In women with metastatic ovarian cancer restricted to the abdominal cavity (stage III), hyperthermic intraperitoneal chemotherapy (HIPEC) improves survival with almost no additional side effects, according to research published in the New England Journal of Medicine.
The research, led by the Netherlands Cancer Institute in collaboration with five other European hospitals, involved 245 patients.
In the intention-to-treat analysis, disease recurrence or death occurred in 89% of women who underwent cytoreductive surgery without HIPEC (surgery group) and in 81% who underwent cytoreductive surgery with HIPEC (surgery-plus-HIPEC group) (hazard ratio [HR] for disease recurrence or death, 0.66; 95% confidence interval [CI], 0.50–0.87; P = 0.003). The median recurrence-free survival was 10.7 months in the surgery group and 14.2 months in the surgery-plus-HIPEC group.
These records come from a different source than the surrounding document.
_KEY_NAMES = {
    "COMMA": ",", "PERIOD": ".", "SEMICOLON": ";", "MINUS": "-", "EQUAL": "=", "PLUS": "=",
    "BACKSLASH": "\\", "SLASH": "/", "HOME": "Home", "DELETE": "Delete", "ESCAPE": "Esc",
    "RETURN": "Enter", "ENTER": "Enter", "NUM_ENTER": "Enter", "BACKSPACE": "Backspace",
    "NUM_ADD": "=", "NUM_SUBTRACT": "-", "NUM_HOME": "Home", "NUM_DELETE": "Delete",
}

FALLOFFS = ("wide", "medium", "tight")
TOOLS = ("grab", "twist", "scale", "pinch", "pin", "mask")
#: Poisson's ratio each brush starts with (the engine's defaults: scale needs a compressible
#: material, the others default to incompressible).
POISSON_DEFAULTS = {"grab": 0.5, "twist": 0.5, "scale": 0.3, "pinch": 0.5}
POISSON_RANGE = (0.0, 0.5)
#: Preview tolerance as a fraction of the model's bounding-box diagonal: vertices the brush
#: provably moves less than this are left alone while dragging (far below a pixel).
PREVIEW_TOLERANCE = 1e-5
#: Screen distance (window units) within which a click removes a pin.
PIN_PICK_PIXELS = 10.0
#: Mask paint strength per paint event at the brush centre.
PAINT_STRENGTH = 0.5


def chord(symbol_name, modifiers=0):
    """The binding name of a key press: ``chord("Z", MOD_CTRL | MOD_SHIFT) == "Ctrl+Shift+Z"``.

    Parameters
    ----------
    symbol_name : str
        pyglet's symbol name (``pyglet.window.key.symbol_string(symbol)``), e.g. ``"_1"``,
        ``"COMMA"``, ``"F1"``, ``"Z"``.
    modifiers : int
        pyglet modifier bits; Caps Lock, Num Lock and the like are ignored, Command counts
        as Ctrl.
    """
    name = str(symbol_name)
    if name.startswith("NUM_") and name[4:].isdigit():
        name = name[4:]
    elif name.startswith("_") and name[1:].isdigit():
        name = name[1:]
    name = _KEY_NAMES.get(name, name)
    parts = []
    if modifiers & (MOD_CTRL | MOD_COMMAND):
        parts.append("Ctrl")
    if modifiers & MOD_ALT:
        parts.append("Alt")
    if modifiers & MOD_SHIFT:
        parts.append("Shift")
    return "+".join(parts + [name])


def mesh_volume(vertices, faces):
    """Signed volume enclosed by a closed, outward-wound triangle mesh (divergence theorem).

    ``V = sum over faces of a . (b x c) / 6``.

    Parameters
    ----------
    vertices : (n, 3) float
    faces : (m, 3) int

    Returns
    -------
    float
    """
    v = np.asarray(vertices, dtype=np.float64)
    if v.ndim != 2 or v.shape[1] != 3:
        raise ValueError(f"vertices: must have shape (n, 3), got {v.shape}")
    f = np.asarray(faces)
    if f.ndim != 2 or f.shape[1] != 3:
        raise ValueError(f"faces: must have shape (m, 3), got {f.shape}")
    a, b, c = v[f[:, 0]], v[f[:, 1]], v[f[:, 2]]
    return float(np.einsum("ij,ij->", a, np.cross(b, c)) / 6.0)


def sphere_mesh(subdivisions=4, radius=1.0):
    """A unit-ish sphere (subdivided icosahedron) to edit when no mesh is given.

    Returns
    -------
    vertices : (n, 3) float64
    faces : (m, 3) int64
    """
    import trimesh
    mesh = trimesh.creation.icosphere(subdivisions=int(subdivisions), radius=float(radius))
    return np.asarray(mesh.vertices, dtype=np.float64), np.asarray(mesh.faces, dtype=np.int64)


def _grab_preview_numpy(response, move, base_sorted, order, count, touched, shown, weights):
    k = response[:count]
    displacement = k[:, :, 0] * move[0] + k[:, :, 1] * move[1] + k[:, :, 2] * move[2]
    if weights is not None:
        displacement *= weights[:count, None]
    shown[order[:count]] = base_sorted[:count] + displacement
    shown[order[count:touched]] = base_sorted[count:touched]


@functools.lru_cache(maxsize=1)
def _grab_preview_numba():
    """The compiled preview kernel, or None without numba or with ``PLIANT_BACKEND=numpy``."""
    from brushes.kernels import numba_module

    numba = numba_module()
    if numba is None:
        return None

    @numba.njit(cache=True, nogil=True)
    def preview(response, move, base_sorted, order, count, touched, shown, weights, weighted):
        m0, m1, m2 = move[0], move[1], move[2]
        for i in range(count):
            w = weights[i] if weighted else 1.0
            j = order[i]
            for a in range(3):
                d = response[i, a, 0] * m0 + response[i, a, 1] * m1 + response[i, a, 2] * m2
                shown[j, a] = base_sorted[i, a] + w * d
        for i in range(count, touched):
            j = order[i]
            for a in range(3):
                shown[j, a] = base_sorted[i, a]

    return preview


def grab_preview(response, move, base_sorted, order, count, touched, shown, *, weights=None,
                 backend=None):
    """Write a grab's one-step preview into ``shown`` in place (the viewer's drag update).

    Vertices are handled in order of distance from the brush centre, so those within the
    brush's reach are the first ``count`` slots:
    ``shown[order[i]] = base_sorted[i] + weights[i] * response[i] @ move`` for ``i < count``,
    and slots ``count <= i < touched`` (moved by the previous update, now out of reach) go
    back to ``base_sorted[i]``.

    Parameters
    ----------
    response : (k, 3, 3) float32 or float64, k >= count
        ``brushes.Grab.response`` of the distance-sorted press positions.
    move : (3,) float
    base_sorted : (n, 3) float64
        Press positions in distance order.
    order : (n,) int
        Slot -> vertex index.
    count, touched : int
    shown : (n, 3) float64
        Written in place (vertex order).
    weights : (n,) float64 in distance order, optional, keyword-only
        Mask weights (1 moves freely, 0 holds).
    backend : {"numba", "numpy", None}, keyword-only
        None takes numba when it imports (one fused pass), else numpy.
    """
    move = np.asarray(move, dtype=np.float64)
    if move.shape != (3,):
        raise ValueError(f"move: must have shape (3,), got {move.shape}")
    count, touched = int(count), int(touched)
    if not 0 <= count <= len(response):
        raise ValueError(f"count: must lie in [0, {len(response)}], got {count}")
    if backend not in (None, "numba", "numpy"):
        raise ValueError(f"backend: must be 'numba', 'numpy' or None, got {backend!r}")
    kernel = None if backend == "numpy" else _grab_preview_numba()
    if backend == "numba" and kernel is None:
        raise ValueError("backend: numba is not available (missing, or PLIANT_BACKEND=numpy)")
    if kernel is None:
        _grab_preview_numpy(response, move, base_sorted, order, count, touched, shown, weights)
    else:
        kernel(response, move, base_sorted, order, count, max(touched, count), shown,
               weights if weights is not None else np.ones(1), weights is not None)


class _Drag:
    """What the current mouse drag is doing."""

    def __init__(self, mode, start, **data):
        self.mode = mode  # "stroke", "orbit", "pan", "paint"
        self.start = start
        self.__dict__.update(data)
At a median follow-up of 4.7 years, 76 patients (62%) in the surgery group and 61 patients (50%) in the surgery-plus-HIPEC group had died (HR, 0.67; 95% CI, 0.48–0.94; P = 0.02). The median overall survival was 33.9 months in the surgery group and 45.7 months in the surgery-plus-HIPEC group. The percentage of patients who had adverse events of grade 3 or 4 was similar in the groups (25% in the surgery group and 27% in the surgery-plus-HIPEC group).
Ovarian cancer is the gynecological malignancy with the highest mortality worldwide. In about 75% of cases, the disease has already metastasized in the abdomen when diagnosed. The standard treatment, in this case, consists of a comprehensive operation in combination with chemotherapy. There are two treatment strategies: the patient either starts with an operation followed by six courses of chemotherapy (primary debulking) or is given three chemotherapy courses before and three after the operation (interval debulking). With this treatment, about a third of the patients are still alive after five years.
In this study, between 2007 and 2016 half of the women with stage III ovarian carcinoma who were treated with an interval debulking received the new HIPEC treatment, which involves abdominal lavage (washing out the abdominal cavity) with heated chemotherapy. Prior to the operation, all of the women were given three rounds of chemotherapy. Women for whom the gynecologist was able to remove virtually all of the tumors during surgery were eligible for the study. A drawing of lots determined who got the abdominal lavage and who did not. The abdominal lavage was applied at the end of surgery. After surgery, all of the women were given three more rounds of chemotherapy.